Après cela, dans la suite, nous continuons à nous rappeler le souvenir de ces choses. Ceux qui ont du bien viennent en aide à tous ceux qui ont besoin, et nous nous prêtons mutuellement assistance. Dans toutes nos offrandes, nous bénissons le Créateur de l’univers par son fils Jésus-Christ et par l’Esprit-Saint. Le jour qu’on appelle le jour du soleil, tous, qu’ils habitent les villes ou les campagnes, se réunissent dans un même lieu. On lit les Mémoriaux des apôtres et les écrits des prophètes autant que le temps le permet. La lecture finie, celui qui préside prend la parole pour avertir et exhorter à imiter ces beaux enseignements. Ensuite nous nous levons tous et nous prions ensemble à haute voix. Puis, comme nous l’avons déjà dit, lorsque la prière est terminée, on apporte du pain avec du vin et de l’eau. Celui qui préside fait monter au ciel les prières et les actions de grâces autant qu’il a de force, et tout le peuple répond par l’acclamation Amen.

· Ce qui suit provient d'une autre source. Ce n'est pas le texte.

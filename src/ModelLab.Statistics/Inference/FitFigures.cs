using ModelLab.Statistics.LeastSquares;
using ModelLab.Statistics.Numerics;

namespace ModelLab.Statistics.Inference;

/// <summary>Gathers the figures of a whole model.</summary>
internal static class FitFigures
{
    /// <summary>The figures; Cp only where the full model's mean square is given.</summary>
    public static FitSummary Of(LeastSquaresFit fit, double? fullModelMeanSquare)
    {
        var rows = fit.Rows;
        var coefficients = fit.Columns;
        var exponent = fit.Design.OutcomeExponent;
        var residual = DoubleDouble.ScaleB(fit.ResidualSumOfSquares, 2 * exponent);
        var total = fit.TotalSumOfSquares;
        var isEmpty = AnalysisOfVariance.ModelDegrees(fit) == 0;
        var rSquared = isEmpty ? DoubleDouble.Zero : CoefficientOfDetermination.Of(fit.ResidualSumOfSquares, total);
        var totalDegrees = fit.ResidualDegrees + AnalysisOfVariance.ModelDegrees(fit);
        var press = Press(fit);
        double? likelihood = fit.IsExact ? null : InformationCriteria.LogLikelihood(residual, rows);
        return new FitSummary(
            N: rows,
            S: DoubleDouble.ScaleB(DoubleDouble.Sqrt(fit.MeanSquare), exponent).Hi,
            DfResidual: fit.ResidualDegrees,
            RSquared: rSquared.Hi,
            AdjustedRSquared: isEmpty ? 0.0 : CoefficientOfDetermination.Adjusted(fit.ResidualSumOfSquares, fit.ResidualDegrees, total, totalDegrees).Hi,
            PredictedRSquared: press is { } value ? CoefficientOfDetermination.Of(value, total).Hi : null,
            F: AnalysisOfVariance.F(fit)?.Hi,
            DfModel: AnalysisOfVariance.ModelDegrees(fit),
            P: AnalysisOfVariance.P(fit),
            SsModel: DoubleDouble.ScaleB(AnalysisOfVariance.Explained(fit), 2 * exponent).Hi,
            SsResidual: residual.Hi,
            SsTotal: DoubleDouble.ScaleB(total, 2 * exponent).Hi,
            Press: press is { } sum ? DoubleDouble.ScaleB(sum, 2 * exponent).Hi : null,
            LogLikelihood: likelihood,
            Aic: likelihood is { } ll ? InformationCriteria.Akaike(ll, coefficients) : null,
            Aicc: likelihood is { } llc ? InformationCriteria.AkaikeCorrected(llc, coefficients, rows) : null,
            Bic: likelihood is { } llb ? InformationCriteria.Schwarz(llb, coefficients, rows) : null,
            Cp: fullModelMeanSquare is { } square ? MallowsCp.Of(residual, square, rows, coefficients)?.Hi : null,
            R: DoubleDouble.Sqrt(rSquared).Hi,
            ExactFit: fit.IsExact);
    }

    // At an exact fit every row is predicted exactly by the others, unless its leverage is 1.
    private static DoubleDouble? Press(LeastSquaresFit fit)
    {
        var press = PredictedResidualSumOfSquares.Of(fit.Residuals, fit.Leverages);
        return press is not null && fit.IsExact ? DoubleDouble.Zero : press;
    }
}
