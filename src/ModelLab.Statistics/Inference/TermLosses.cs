using ModelLab.Statistics.LeastSquares;
using ModelLab.Statistics.Numerics;

namespace ModelLab.Statistics.Inference;

/// <summary>
/// What the model would lose with each removable term, from the fit alone: without a term of q columns RSS rises by its sum of squares
/// and n − p by q, so that R² falls by SS/SST, −2LL rises by n ln(1 + SS/RSS), and the criteria lose the q parameters' penalty.
/// </summary>
internal static class TermLosses
{
    /// <summary>The removable terms in their order.</summary>
    public static IReadOnlyList<TermLoss> Of(LeastSquaresFit fit, IReadOnlyList<TermTest> tests) =>
        [.. tests.Where(test => test.Result.Removable).Select(test => Of(fit, test.Result, test.Rise))];

    private static TermLoss Of(LeastSquaresFit fit, TermResult term, DoubleDouble rise)
    {
        var loss = new TermLoss(
            term.Term, term.Df, term.F, term.P, term.SumOfSquares, (rise / fit.TotalSumOfSquares).Hi, null, null, null, null);
        if (fit.IsExact)
        {
            return loss;
        }

        var rows = fit.Rows;
        var deviance = InformationCriteria.DevianceRise(rise / fit.ResidualSumOfSquares, rows);
        var meanSquareWithout = (fit.ResidualSumOfSquares + rise) / (fit.ResidualDegrees + term.Df);
        var totalDegrees = rows - (fit.Design.Specification.Intercept ? 1 : 0);
        return loss with
        {
            AdjustedRSquaredChange = ((fit.MeanSquare - meanSquareWithout) / (fit.TotalSumOfSquares / totalDegrees)).Hi,
            AicChange = deviance - (2.0 * term.Df),
            AiccChange = deviance
                + (InformationCriteria.SmallSamplePenalty(fit.Columns - term.Df, rows) - InformationCriteria.SmallSamplePenalty(fit.Columns, rows)),
            BicChange = deviance - (term.Df * Math.Log(rows)),
        };
    }
}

Puis a lieu le partage des aliments consacrés à chacun et l’on envoie leur part aux absents par le ministère des diacres. Ceux qui sont dans l’abondance, et qui veulent donner, donnent librement chacun ce qu’il veut. Ce qui est recueilli est remis entre les mains du président, et il assiste les orphelins, les veuves, les malades, les indigents, les prisonniers, les hôtes étrangers, en un mot, il secourt tous ceux qui sont dans le besoin.

Nous nous assemblons tous le jour du soleil, parce que c’est le premier jour où Dieu, tirant la matière des ténèbres, créa le monde, et que, ce même jour, Jésus-Christ notre Sauveur ressuscita des morts. La veille du jour de Saturne, il fut crucifié, et le lendemain de ce jour, c’est-à-dire le jour du soleil, il apparut à ses apôtres et à ses disciples et leur enseigna cette doctrine, que nous avons soumise à votre examen.

S’il vous semble qu’elle soit conforme à la raison et à la vérité, prenez-la en considération. Si cela vous semble une bagatelle, traitez-la avec dédain, comme une bagatelle. Mais ne condamnez pas à mort, comme des ennemis, des hommes innocents. Car nous vous le prédisons, vous n’échapperez pas au jugement futur de Dieu, si vous persévérez dans l’injustice. Quant à nous, nous nous écrierons: “Que la volonté de Dieu soit faite !” (Mt 6, 10)[1].

 Pierre René Mélon

Vérité et Espérance/Pâque Nouvelle, n° 92, 3e trimestre 2014


 

[1]Justin martyr, Ed. Migne, coll. “Bibliothèque”, 1994,  pp. 81-83, 87-91.